== Data for analysis ==
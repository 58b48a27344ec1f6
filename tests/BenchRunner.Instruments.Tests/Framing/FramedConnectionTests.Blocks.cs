using System.Buffers.Binary;
using System.Text;
using BenchRunner.Instruments.Errors;
using BenchRunner.Instruments.Framing;
using BenchRunner.Instruments.Tests.Support;

namespace BenchRunner.Instruments.Tests.Framing;

public partial class FramedConnectionTests
{
    [Fact]
    public async Task ReadBlockAsync_TwoByteDefiniteBlock_ReturnsPayload()
    {
        var (host, device) = await Connected.PairAsync();
        await device.SendAsync("#12AB");

        var payload = await host.ReadBlockAsync(Guard.Reply, default).WaitAsync(Guard.Await);

        // IEEE 488.2-1992 §8.7.9: "#12AB" carries the two bytes "AB" (REFERENCES: IEEE 488.2).
        Assert.Equal("AB", Encoding.ASCII.GetString(payload));
    }

    [Theory]
    [InlineData(804L, "#3804")] // 201 float32 values
    [InlineData(1608L, "#41608")] // 201 complex float32 values
    [InlineData(1000L, "#41000")]
    [InlineData(10L, "#210")]
    [InlineData(2L, "#12")]
    public void DefiniteHeader_ByteCount_MatchesStandardForm(long byteCount, string expected)
    {
        // IEEE 488.2-1992 §8.7.9 definite-length header; values from REFERENCES: IEEE 488.2 [std/calc].
        Assert.Equal(expected, Ieee488Block.DefiniteHeader(byteCount));
    }

    [Fact]
    public async Task ReadBlockAsync_Header3804_Returns201BigEndianFloats()
    {
        var (host, device) = await Connected.PairAsync();
        var values = Enumerable.Range(0, 201).Select(i => -3f - 0.25f * i).ToArray();
        var body = new byte[804];
        for (int i = 0; i < values.Length; i++)
        {
            BinaryPrimitives.WriteSingleBigEndian(body.AsSpan(4 * i), values[i]);
        }

        // IEEE 488.2 §8.7.9: 201 float32 = 804 bytes, header "#3804" (REFERENCES: IEEE 488.2).
        await device.SendAsync("#3804");
        await device.WriteAsync(body, default);
        await device.SendAsync("\n");

        var payload = await host.ReadBlockAsync(Guard.Reply, default).WaitAsync(Guard.Await);

        Assert.Equal(804, payload.Length);
        var decoded = Enumerable.Range(0, 201).Select(i => BinaryPrimitives.ReadSingleBigEndian(payload.AsSpan(4 * i))).ToArray();
        Assert.Equal(values, decoded);
        Assert.Equal(0, host.BufferedCount); // the LF after the block is consumed
    }

    [Fact]
    public async Task ReadBlockAsync_Header41608_Returns201ComplexFloatPairs()
    {
        var (host, device) = await Connected.PairAsync();
        var body = new byte[1608];
        for (int i = 0; i < 201; i++)
        {
            BinaryPrimitives.WriteSingleLittleEndian(body.AsSpan(8 * i), 0.5f + i);
            BinaryPrimitives.WriteSingleLittleEndian(body.AsSpan(8 * i + 4), -0.5f - i);
        }

        // IEEE 488.2 §8.7.9: 201 complex float32 = 1608 bytes, header "#41608" (REFERENCES: IEEE 488.2).
        await device.SendAsync("#41608");
        await device.WriteAsync(body, default);

        var payload = await host.ReadBlockAsync(Guard.Reply, default).WaitAsync(Guard.Await);

        Assert.Equal(body, payload);
        Assert.Equal(-200.5f, BinaryPrimitives.ReadSingleLittleEndian(payload.AsSpan(8 * 200 + 4)));
    }

    [Theory]
    [InlineData("#41000", 1000)]
    [InlineData("#210", 10)]
    public async Task ReadBlockAsync_ReferenceHeaders_ReturnAnnouncedByteCount(string header, int count)
    {
        var (host, device) = await Connected.PairAsync();
        var body = Enumerable.Range(0, count).Select(i => (byte)(i * 7)).ToArray();

        // IEEE 488.2 §8.7.9 (REFERENCES: IEEE 488.2 "1000 bytes -> #41000; 10 bytes -> #210").
        await device.SendAsync(header);
        await device.WriteAsync(body, default);
        await device.SendAsync("\n+0\n");

        var payload = await host.ReadBlockAsync(Guard.Reply, default).WaitAsync(Guard.Await);
        var next = await host.ReadLineAsync(Guard.Reply, default).WaitAsync(Guard.Await);

        Assert.Equal(body, payload);
        Assert.Equal("+0", next);
    }

    [Fact]
    public async Task ReadBlockAsync_IndefiniteBlock_EndsAtNewline()
    {
        var (host, device) = await Connected.PairAsync();

        // IEEE 488.2 §8.7.10: "#0", the bytes, then NL (NL alone ends it on a serial line or socket; from memory).
        await device.SendAsync("#0-41.5,-3.2,-0.9\n");

        var payload = await host.ReadBlockAsync(Guard.Reply, default).WaitAsync(Guard.Await);

        Assert.Equal("-41.5,-3.2,-0.9", Encoding.ASCII.GetString(payload));
    }

    [Fact]
    public async Task ReadBlockAsync_BlockSplitAcrossManySmallReads_IsReassembled()
    {
        var (host, device) = await Connected.PairAsync();
        var body = Enumerable.Range(0, 1000).Select(i => (byte)(i % 256)).ToArray();
        var whole = Ieee488Block.Encode(body);

        // Chunks of 1 to 7 bytes, so the header itself is split too.
        for (int offset = 0, size = 1; offset < whole.Length; offset += size, size = size % 7 + 1)
        {
            await device.WriteAsync(whole.AsMemory(offset, Math.Min(size, whole.Length - offset)), default);
        }

        var payload = await host.ReadBlockAsync(Guard.Reply, default).WaitAsync(Guard.Await);

        Assert.Equal(body, payload);
    }

    [Theory]
    [InlineData("X12AB", "starting with '#'")]
    [InlineData("#A12AB", "digit after '#'")]
    [InlineData("#3x04", "does not give a byte count")]
    public async Task ReadBlockAsync_MalformedHeader_ThrowsFramingException(string text, string expected)
    {
        var (host, device) = await Connected.PairAsync();
        await device.SendAsync(text);

        var error = await Assert.ThrowsAsync<FramingException>(() => host.ReadBlockAsync(Guard.Reply, default).WaitAsync(Guard.Await));

        Assert.Contains(expected, error.Message);
        Assert.True(error.IsTransient);
    }

    [Fact]
    public async Task ReadBlockAsync_AnnouncedLargerThanLimit_ThrowsBeforeThePayloadArrives()
    {
        var (host, device) = await Connected.PairAsync(new FramingOptions { MaxMessageBytes = 1024 });
        await device.SendAsync("#42000");

        var error = await Assert.ThrowsAsync<FramingException>(() => host.ReadBlockAsync(Guard.Reply, default).WaitAsync(Guard.Await));

        Assert.Contains("2000 bytes", error.Message);
        Assert.Contains("1024", error.Message);
    }

    [Fact]
    public async Task ReadBlockAsync_IndefiniteBlockPastLimit_ThrowsFramingException()
    {
        var (host, device) = await Connected.PairAsync(new FramingOptions { MaxMessageBytes = 1024 });
        await device.SendAsync("#0" + new string('7', 1500));

        var error = await Assert.ThrowsAsync<FramingException>(() => host.ReadBlockAsync(Guard.Reply, default).WaitAsync(Guard.Await));

        Assert.Contains("limit of 1024 bytes", error.Message);
    }
}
===
* Exercise brief *
Tally every line of the data that includes "values". Report the number and nothing more.

* Result for this exercise *
7